Barclays’ shares fell up to 18 per cent as chief executive Bob Diamond and chairman Marcus Agius were left clinging on to their jobs.
After a day of intense speculation over his future, Diamond published a letter in which he attempted to explain the bank’s actions in manipulating the interest rate known as Libor. He said that the bank’s prime motivation in acting as it did was to protect itself from suggestions that it was in financial difficulties. He hit out at other banks too, saying that their actions forced Barclays to act in the way it did.
Although he said the decision to do what the bank did was wrong, he did not adopt the tone of a man contemplating resignation.
Barclays’ shares closed down 15.53 per cent and dragged down the rest of the sector with Royal Bank of Scotland sinking 11.45 per cent and Lloyds and HSBC dropping 3.9 per cent 2.58 respectively.
Prime Minister David Cameron joined the political backlash against Barclays and said management had “serious questions” to answer. His spokesman said there had been a discussion of the possible “criminal aspects” of the long-running bid to rig the rate at which banks lend to each other. It came as Osborne described the bank’s behaviour as “an epitaph to an age of irresponsibility”. He later said that HSBC, RBS, Citigroup and UBS are also under investigation. Labour leader Ed Miliband called for criminal prosecutions against Barclays.

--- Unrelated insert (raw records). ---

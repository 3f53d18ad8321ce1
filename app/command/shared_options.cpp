#include "shared_options.hpp"

#include <CLI/CLI.hpp>
#include <memory>

namespace bathwright::command {

void add_tank_and_readings(CLI::App& verb, Context& context, Action& action, RunOnReadings run) {
  auto tank = std::make_shared<std::string>();
  auto readings = std::make_shared<std::string>();
  verb.add_option("TANK", *tank, "the tank, TOML")->required()->check(CLI::ExistingFile);
  verb.add_option("READINGS", *readings, "burette readings, pH, level, temperature, TOML")
      ->required()
      ->check(CLI::ExistingFile);
  verb.callback([&context, &action, run, tank, readings] {
    action = [&context, run, tank, readings] { return run(context, *tank, *readings); };
  });
}

void add_signature(CLI::App& verb, Context& context) {
  verb.add_option("--by", context.by, "who signs the entry; else the user of the computer");
  verb.add_option("--witness", context.witness, "who signs second, where the tank asks for it");
  verb.add_option("--pin-file", context.pin_file,
                  "PINs, one a line, the signer's first; - for standard input. Else they are asked for");
  verb.add_option("--shift", context.shift, "name of the shift; else the log's shift of this hour");
}

void add_units(CLI::App& verb, Context& context) {
  verb.add_option_function<std::string>(
      "--units",
      [&context](const std::string& list) {
        const auto units = sheets::unit_names(list);
        if (!units) throw CLI::ValidationError(text(units.problems()));
        context.units = *units;
      },
      "of what is printed, as \"oz/US gal, lb, US gal, degF\"; --json stays in g/L, kg, L and degC");
}

}  // namespace bathwright::command
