#include "temperature_data.hpp"

#include <bathwright/data/tables.hpp>
#include <cmath>

namespace bathwright::speciation {

TemperatureData::TemperatureData(activity::Convention convention) {
  const bool interaction = convention == activity::Convention::interaction;
  const data::CsvTable functions =
      data::built_in_table("equilibria/temperature_functions.csv", {"A", "B", "C", "D", "E", "F"});
  const auto coefficient = [](const data::CsvRow& row, std::string_view column) {
    const double value = row.number(column);
    return std::isnan(value) ? 0 : value;
  };
  for (std::size_t i = 0; i < functions.size(); ++i) {
    const data::CsvRow row = functions[i];
    if (row["convention"] != "both" && (row["convention"] == "interaction") != interaction) continue;
    functions_.emplace(
        std::pair(std::string(row["of"]), std::string(row["set"])),
        ReactionAt25C::of({coefficient(row, "A"), coefficient(row, "B"), coefficient(row, "C"),
                           coefficient(row, "D"), coefficient(row, "E"), coefficient(row, "F")}));
  }
  const data::CsvTable substances =
      data::built_in_table("equilibria/heat_capacity.csv", {"constant_J_molK", "pole_JK_mol", "born_J_mol"});
  for (std::size_t i = 0; i < substances.size(); ++i) {
    const data::CsvRow row = substances[i];
    HeatCapacity& substance = heat_capacity_[std::string(row["substance"])];
    substance.constant = row.number("constant_J_molK");
    substance.curve.pole = row.number("pole_JK_mol");
    substance.curve.born = row.number("born_J_mol");
  }
}

namespace {

double u_dCp(const Reaction& reaction) {
  double squares = 0;
  for (const auto* side : {&reaction.left, &reaction.right})
    for (const Term& term : *side)
      if (term.name != "H2O" && term.name != "H^+" && !term.name.ends_with("(s)"))
        squares += std::pow(term.coefficient * doubt::dCp_of_one, 2);
  return std::sqrt(squares);
}

}  // namespace

void TemperatureData::complete(Constant& constant, const std::string& row, const std::string& set,
                               bool states_dCp, bool rough_dH, const Reaction& reaction) const {
  const auto function = functions_.find({row, set});
  if (function != functions_.end()) {
    constant.dH_kJ_per_mol = function->second.dH_kJ_per_mol;
    constant.dCp_J_per_molK = function->second.dCp_J_per_molK;
    constant.curve = function->second.curve;
    constant.has_dH = true;
    rough_dH = false;
  }
  const bool knows_dCp = function != functions_.end() || states_dCp ||
                         (constant.has_dH && add_heat_capacities(constant, reaction));
  constant.u_dH_kJ_per_mol = !constant.has_dH ? doubt::dH_unknown
                             : rough_dH       ? doubt::dH_rough
                             : knows_dCp      ? doubt::dH_with_dCp
                                              : doubt::dH_alone;
  constant.u_dCp_J_per_molK = knows_dCp ? u_dCp(reaction) : doubt::dCp_unknown;
}

bool TemperatureData::add_heat_capacities(Constant& constant, const Reaction& reaction) const {
  HeatCapacity sum;
  const auto add = [&](const Term& term, double sign) {
    const auto known = heat_capacity_.find(term.name);
    if (known == heat_capacity_.end()) return false;
    sum.constant += sign * term.coefficient * known->second.constant;
    sum.curve.add(known->second.curve, sign * term.coefficient);
    return true;
  };
  for (const Term& term : reaction.left)
    if (!add(term, -1)) return false;
  for (const Term& term : reaction.right)
    if (!add(term, 1)) return false;
  constant.dCp_J_per_molK = sum.constant;
  constant.curve = sum.curve;
  return true;
}

}  // namespace bathwright::speciation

Barclays and the other major banks will face further embarrassment today when the FSA is expected to reveal evidence of the improper sale of interest rate swap products to small businesses. The regulator has completed an initial review after claims Barclays, HSBC, Lloyds and RBS pushed firms to take out interest rate swap products. Analysts warn that potential claims from swaps mis-selling could reach hundreds of thousands of pounds, or even millions.